(Stored data)
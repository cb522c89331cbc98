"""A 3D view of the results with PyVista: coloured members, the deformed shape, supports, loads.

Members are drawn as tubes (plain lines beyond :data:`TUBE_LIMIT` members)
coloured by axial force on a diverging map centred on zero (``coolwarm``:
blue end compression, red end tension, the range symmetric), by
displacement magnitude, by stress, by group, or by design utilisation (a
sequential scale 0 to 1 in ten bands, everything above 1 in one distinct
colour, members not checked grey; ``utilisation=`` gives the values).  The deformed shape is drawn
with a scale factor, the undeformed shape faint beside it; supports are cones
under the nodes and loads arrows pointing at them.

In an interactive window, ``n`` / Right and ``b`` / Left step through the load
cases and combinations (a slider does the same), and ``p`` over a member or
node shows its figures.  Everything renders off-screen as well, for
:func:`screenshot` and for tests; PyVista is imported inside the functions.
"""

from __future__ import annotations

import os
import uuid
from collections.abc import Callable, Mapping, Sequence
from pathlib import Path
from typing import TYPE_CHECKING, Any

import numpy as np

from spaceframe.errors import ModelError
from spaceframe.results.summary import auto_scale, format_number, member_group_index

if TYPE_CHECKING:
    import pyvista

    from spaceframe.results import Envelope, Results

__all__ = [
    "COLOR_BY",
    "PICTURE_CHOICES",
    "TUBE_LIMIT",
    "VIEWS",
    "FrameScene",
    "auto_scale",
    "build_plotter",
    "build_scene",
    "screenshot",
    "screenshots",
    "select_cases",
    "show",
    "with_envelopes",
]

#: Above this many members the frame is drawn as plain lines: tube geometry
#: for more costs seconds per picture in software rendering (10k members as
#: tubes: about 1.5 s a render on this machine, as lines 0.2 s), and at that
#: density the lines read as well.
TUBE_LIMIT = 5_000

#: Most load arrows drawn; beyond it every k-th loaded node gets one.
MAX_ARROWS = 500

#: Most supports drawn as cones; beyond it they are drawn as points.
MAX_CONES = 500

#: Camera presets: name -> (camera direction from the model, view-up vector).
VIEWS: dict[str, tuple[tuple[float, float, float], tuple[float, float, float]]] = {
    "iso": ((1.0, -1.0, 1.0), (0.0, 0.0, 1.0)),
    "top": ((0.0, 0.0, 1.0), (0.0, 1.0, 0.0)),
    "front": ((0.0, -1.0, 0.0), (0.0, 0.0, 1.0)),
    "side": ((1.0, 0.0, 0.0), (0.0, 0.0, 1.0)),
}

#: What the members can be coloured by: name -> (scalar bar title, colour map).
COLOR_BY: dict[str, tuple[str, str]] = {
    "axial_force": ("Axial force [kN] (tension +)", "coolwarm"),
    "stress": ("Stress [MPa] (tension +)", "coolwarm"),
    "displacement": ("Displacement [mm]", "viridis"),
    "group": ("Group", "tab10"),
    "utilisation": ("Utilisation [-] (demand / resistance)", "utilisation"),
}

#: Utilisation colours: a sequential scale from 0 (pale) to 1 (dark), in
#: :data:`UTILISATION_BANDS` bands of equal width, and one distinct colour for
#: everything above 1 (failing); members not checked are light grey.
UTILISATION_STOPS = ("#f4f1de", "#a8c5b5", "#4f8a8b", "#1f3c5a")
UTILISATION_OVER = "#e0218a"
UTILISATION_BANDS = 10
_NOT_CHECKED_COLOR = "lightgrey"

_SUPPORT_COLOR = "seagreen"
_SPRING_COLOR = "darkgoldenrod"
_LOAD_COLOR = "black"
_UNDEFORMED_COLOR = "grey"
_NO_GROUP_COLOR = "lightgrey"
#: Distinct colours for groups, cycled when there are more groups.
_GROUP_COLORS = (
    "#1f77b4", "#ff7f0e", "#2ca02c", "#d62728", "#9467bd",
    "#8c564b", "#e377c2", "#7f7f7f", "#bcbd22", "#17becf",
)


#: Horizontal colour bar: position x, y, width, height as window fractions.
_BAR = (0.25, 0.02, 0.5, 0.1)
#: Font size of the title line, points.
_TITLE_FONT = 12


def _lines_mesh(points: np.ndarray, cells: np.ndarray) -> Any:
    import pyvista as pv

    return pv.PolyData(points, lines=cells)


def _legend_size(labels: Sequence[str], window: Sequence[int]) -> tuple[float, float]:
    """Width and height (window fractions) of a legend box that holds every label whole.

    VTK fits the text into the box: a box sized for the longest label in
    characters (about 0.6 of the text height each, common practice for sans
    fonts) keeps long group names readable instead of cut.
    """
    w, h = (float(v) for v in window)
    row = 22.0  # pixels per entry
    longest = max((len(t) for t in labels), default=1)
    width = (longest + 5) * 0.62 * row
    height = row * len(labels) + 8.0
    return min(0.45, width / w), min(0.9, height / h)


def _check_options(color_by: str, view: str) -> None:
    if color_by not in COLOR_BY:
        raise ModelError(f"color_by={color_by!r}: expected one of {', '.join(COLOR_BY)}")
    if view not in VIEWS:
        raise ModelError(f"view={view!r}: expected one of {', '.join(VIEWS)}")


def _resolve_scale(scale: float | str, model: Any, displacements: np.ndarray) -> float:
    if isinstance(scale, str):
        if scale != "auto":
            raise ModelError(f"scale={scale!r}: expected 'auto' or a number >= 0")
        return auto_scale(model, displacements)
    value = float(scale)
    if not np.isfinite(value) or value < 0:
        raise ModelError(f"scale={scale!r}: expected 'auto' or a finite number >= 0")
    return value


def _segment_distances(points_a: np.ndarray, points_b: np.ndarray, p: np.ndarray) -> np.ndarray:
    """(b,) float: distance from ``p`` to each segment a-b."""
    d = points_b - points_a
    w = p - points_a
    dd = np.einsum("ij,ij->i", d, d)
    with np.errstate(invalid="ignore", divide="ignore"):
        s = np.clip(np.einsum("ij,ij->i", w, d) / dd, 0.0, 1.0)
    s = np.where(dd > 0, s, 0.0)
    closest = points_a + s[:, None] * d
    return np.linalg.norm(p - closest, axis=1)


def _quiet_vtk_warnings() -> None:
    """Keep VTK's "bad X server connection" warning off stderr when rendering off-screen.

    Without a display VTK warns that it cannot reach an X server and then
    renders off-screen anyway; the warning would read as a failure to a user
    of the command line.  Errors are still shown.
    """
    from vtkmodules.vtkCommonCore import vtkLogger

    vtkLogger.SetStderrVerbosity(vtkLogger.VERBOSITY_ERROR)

**AIM OF THE EXERCISE**
Reproduce the data in full, exactly as presented.

**YOUR RESPONSE**
repository cb522c89331cbc98
"""A 3D view of the results with PyVista: coloured members, the deformed shape, supports, loads.

Members are drawn as tubes (plain lines beyond :data:`TUBE_LIMIT` members)
coloured by axial force on a diverging map centred on zero (``coolwarm``:
blue end compression, red end tension, the range symmetric), by
displacement magnitude, by stress, by group, or by design utilisation (a
sequential scale 0 to 1 in ten bands, everything above 1 in one distinct
colour, members not checked grey; ``utilisation=`` gives the values).  The deformed shape is drawn
with a scale factor, the undeformed shape faint beside it; supports are cones
under the nodes and loads arrows pointing at them.

In an interactive window, ``n`` / Right and ``b`` / Left step through the load
cases and combinations (a slider does the same), and ``p`` over a member or
node shows its figures.  Everything renders off-screen as well, for
:func:`screenshot` and for tests; PyVista is imported inside the functions.
"""

from __future__ import annotations

import os
import uuid
from collections.abc import Callable, Mapping, Sequence
from pathlib import Path
from typing import TYPE_CHECKING, Any

import numpy as np

from spaceframe.errors import ModelError
from spaceframe.results.summary import auto_scale, format_number, member_group_index

if TYPE_CHECKING:
    import pyvista

    from spaceframe.results import Envelope, Results

__all__ = [
    "COLOR_BY",
    "PICTURE_CHOICES",
    "TUBE_LIMIT",
    "VIEWS",
    "FrameScene",
    "auto_scale",
    "build_plotter",
    "build_scene",
    "screenshot",
    "screenshots",
    "select_cases",
    "show",
    "with_envelopes",
]

#: Above this many members the frame is drawn as plain lines: tube geometry
#: for more costs seconds per picture in software rendering (10k members as
#: tubes: about 1.5 s a render on this machine, as lines 0.2 s), and at that
#: density the lines read as well.
TUBE_LIMIT = 5_000

#: Most load arrows drawn; beyond it every k-th loaded node gets one.
MAX_ARROWS = 500

#: Most supports drawn as cones; beyond it they are drawn as points.
MAX_CONES = 500

#: Camera presets: name -> (camera direction from the model, view-up vector).
VIEWS: dict[str, tuple[tuple[float, float, float], tuple[float, float, float]]] = {
    "iso": ((1.0, -1.0, 1.0), (0.0, 0.0, 1.0)),
    "top": ((0.0, 0.0, 1.0), (0.0, 1.0, 0.0)),
    "front": ((0.0, -1.0, 0.0), (0.0, 0.0, 1.0)),
    "side": ((1.0, 0.0, 0.0), (0.0, 0.0, 1.0)),
}

#: What the members can be coloured by: name -> (scalar bar title, colour map).
COLOR_BY: dict[str, tuple[str, str]] = {
    "axial_force": ("Axial force [kN] (tension +)", "coolwarm"),
    "stress": ("Stress [MPa] (tension +)", "coolwarm"),
    "displacement": ("Displacement [mm]", "viridis"),
    "group": ("Group", "tab10"),
    "utilisation": ("Utilisation [-] (demand / resistance)", "utilisation"),
}

#: Utilisation colours: a sequential scale from 0 (pale) to 1 (dark), in
#: :data:`UTILISATION_BANDS` bands of equal width, and one distinct colour for
#: everything above 1 (failing); members not checked are light grey.
UTILISATION_STOPS = ("#f4f1de", "#a8c5b5", "#4f8a8b", "#1f3c5a")
UTILISATION_OVER = "#e0218a"
UTILISATION_BANDS = 10
_NOT_CHECKED_COLOR = "lightgrey"

_SUPPORT_COLOR = "seagreen"
_SPRING_COLOR = "darkgoldenrod"
_LOAD_COLOR = "black"
_UNDEFORMED_COLOR = "grey"
_NO_GROUP_COLOR = "lightgrey"
#: Distinct colours for groups, cycled when there are more groups.
_GROUP_COLORS = (
    "#1f77b4", "#ff7f0e", "#2ca02c", "#d62728", "#9467bd",
    "#8c564b", "#e377c2", "#7f7f7f", "#bcbd22", "#17becf",
)


#: Horizontal colour bar: position x, y, width, height as window fractions.
_BAR = (0.25, 0.02, 0.5, 0.1)
#: Font size of the title line, points.
_TITLE_FONT = 12


def _lines_mesh(points: np.ndarray, cells: np.ndarray) -> Any:
    import pyvista as pv

    return pv.PolyData(points, lines=cells)


def _legend_size(labels: Sequence[str], window: Sequence[int]) -> tuple[float, float]:
    """Width and height (window fractions) of a legend box that holds every label whole.

    VTK fits the text into the box: a box sized for the longest label in
    characters (about 0.6 of the text height each, common practice for sans
    fonts) keeps long group names readable instead of cut.
    """
    w, h = (float(v) for v in window)
    row = 22.0  # pixels per entry
    longest = max((len(t) for t in labels), default=1)
    width = (longest + 5) * 0.62 * row
    height = row * len(labels) + 8.0
    return min(0.45, width / w), min(0.9, height / h)


def _check_options(color_by: str, view: str) -> None:
    if color_by not in COLOR_BY:
        raise ModelError(f"color_by={color_by!r}: expected one of {', '.join(COLOR_BY)}")
    if view not in VIEWS:
        raise ModelError(f"view={view!r}: expected one of {', '.join(VIEWS)}")


def _resolve_scale(scale: float | str, model: Any, displacements: np.ndarray) -> float:
    if isinstance(scale, str):
        if scale != "auto":
            raise ModelError(f"scale={scale!r}: expected 'auto' or a number >= 0")
        return auto_scale(model, displacements)
    value = float(scale)
    if not np.isfinite(value) or value < 0:
        raise ModelError(f"scale={scale!r}: expected 'auto' or a finite number >= 0")
    return value


def _segment_distances(points_a: np.ndarray, points_b: np.ndarray, p: np.ndarray) -> np.ndarray:
    """(b,) float: distance from ``p`` to each segment a-b."""
    d = points_b - points_a
    w = p - points_a
    dd = np.einsum("ij,ij->i", d, d)
    with np.errstate(invalid="ignore", divide="ignore"):
        s = np.clip(np.einsum("ij,ij->i", w, d) / dd, 0.0, 1.0)
    s = np.where(dd > 0, s, 0.0)
    closest = points_a + s[:, None] * d
    return np.linalg.norm(p - closest, axis=1)


def _quiet_vtk_warnings() -> None:
    """Keep VTK's "bad X server connection" warning off stderr when rendering off-screen.

    Without a display VTK warns that it cannot reach an X server and then
    renders off-screen anyway; the warning would read as a failure to a user
    of the command line.  Errors are still shown.
    """
    from vtkmodules.vtkCommonCore import vtkLogger

    vtkLogger.SetStderrVerbosity(vtkLogger.VERBOSITY_ERROR)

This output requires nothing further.